Collected data entries
╔══

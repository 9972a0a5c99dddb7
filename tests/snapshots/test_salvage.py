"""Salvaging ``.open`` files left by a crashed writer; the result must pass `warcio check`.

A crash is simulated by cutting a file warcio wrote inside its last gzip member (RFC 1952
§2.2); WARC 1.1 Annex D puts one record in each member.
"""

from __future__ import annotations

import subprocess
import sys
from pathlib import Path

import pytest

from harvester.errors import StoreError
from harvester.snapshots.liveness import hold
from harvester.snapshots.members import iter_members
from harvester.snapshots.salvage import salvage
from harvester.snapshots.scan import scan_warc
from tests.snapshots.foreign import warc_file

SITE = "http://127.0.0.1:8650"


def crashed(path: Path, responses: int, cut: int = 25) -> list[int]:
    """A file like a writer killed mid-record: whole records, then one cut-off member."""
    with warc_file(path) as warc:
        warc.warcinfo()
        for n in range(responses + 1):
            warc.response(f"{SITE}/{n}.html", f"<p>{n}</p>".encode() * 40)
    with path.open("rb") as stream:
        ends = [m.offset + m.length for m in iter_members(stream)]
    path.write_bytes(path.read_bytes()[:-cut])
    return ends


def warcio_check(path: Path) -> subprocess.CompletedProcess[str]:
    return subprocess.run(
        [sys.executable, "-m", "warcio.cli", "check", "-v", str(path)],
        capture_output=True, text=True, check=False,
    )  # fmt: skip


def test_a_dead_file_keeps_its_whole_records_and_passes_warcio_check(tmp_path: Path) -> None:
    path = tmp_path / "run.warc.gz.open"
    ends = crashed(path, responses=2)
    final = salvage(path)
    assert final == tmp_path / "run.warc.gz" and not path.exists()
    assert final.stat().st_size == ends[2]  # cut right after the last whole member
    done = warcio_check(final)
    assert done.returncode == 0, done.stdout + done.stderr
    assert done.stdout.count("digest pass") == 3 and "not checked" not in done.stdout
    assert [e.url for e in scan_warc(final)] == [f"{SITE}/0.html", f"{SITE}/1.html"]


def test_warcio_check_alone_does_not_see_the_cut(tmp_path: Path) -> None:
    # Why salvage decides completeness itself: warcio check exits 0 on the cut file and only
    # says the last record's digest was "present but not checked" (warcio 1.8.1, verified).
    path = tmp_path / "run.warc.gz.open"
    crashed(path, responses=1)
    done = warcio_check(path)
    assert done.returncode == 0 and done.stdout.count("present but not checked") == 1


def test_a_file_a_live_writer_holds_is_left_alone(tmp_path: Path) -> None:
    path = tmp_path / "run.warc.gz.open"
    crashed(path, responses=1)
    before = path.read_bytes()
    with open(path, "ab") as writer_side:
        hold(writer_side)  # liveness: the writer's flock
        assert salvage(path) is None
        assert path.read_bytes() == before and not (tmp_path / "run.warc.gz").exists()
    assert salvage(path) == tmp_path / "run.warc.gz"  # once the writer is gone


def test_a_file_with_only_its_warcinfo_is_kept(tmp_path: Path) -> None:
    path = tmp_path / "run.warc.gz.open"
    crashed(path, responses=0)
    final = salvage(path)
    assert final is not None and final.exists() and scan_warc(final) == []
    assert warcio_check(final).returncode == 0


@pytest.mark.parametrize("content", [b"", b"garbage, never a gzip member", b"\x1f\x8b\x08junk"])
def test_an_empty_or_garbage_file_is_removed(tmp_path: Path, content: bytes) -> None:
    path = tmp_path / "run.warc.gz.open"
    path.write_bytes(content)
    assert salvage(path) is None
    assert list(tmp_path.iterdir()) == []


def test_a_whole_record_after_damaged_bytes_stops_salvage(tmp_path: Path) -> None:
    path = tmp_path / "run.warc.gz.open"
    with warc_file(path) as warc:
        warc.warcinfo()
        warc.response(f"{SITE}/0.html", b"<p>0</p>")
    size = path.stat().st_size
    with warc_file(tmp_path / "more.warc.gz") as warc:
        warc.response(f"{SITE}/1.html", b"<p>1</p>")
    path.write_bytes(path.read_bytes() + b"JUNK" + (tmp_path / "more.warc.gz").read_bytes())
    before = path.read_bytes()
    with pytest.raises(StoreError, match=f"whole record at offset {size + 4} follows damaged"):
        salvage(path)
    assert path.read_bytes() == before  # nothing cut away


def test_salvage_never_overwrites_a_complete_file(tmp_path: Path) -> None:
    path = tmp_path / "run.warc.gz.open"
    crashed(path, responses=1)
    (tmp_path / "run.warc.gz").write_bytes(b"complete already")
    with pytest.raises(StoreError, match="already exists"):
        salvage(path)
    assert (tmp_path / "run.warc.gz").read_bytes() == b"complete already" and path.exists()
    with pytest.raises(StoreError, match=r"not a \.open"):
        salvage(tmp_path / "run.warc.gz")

╚══

* Your goal: List all lines above in which the string "last" appears.

* Answer to this task:
A crash is simulated by cutting a file warcio wrote inside its last gzip member (RFC 1952
    assert final.stat().st_size == ends[2]  # cut right after the last whole member
    # says the last record's digest was "present but not checked" (warcio 1.8.1, verified).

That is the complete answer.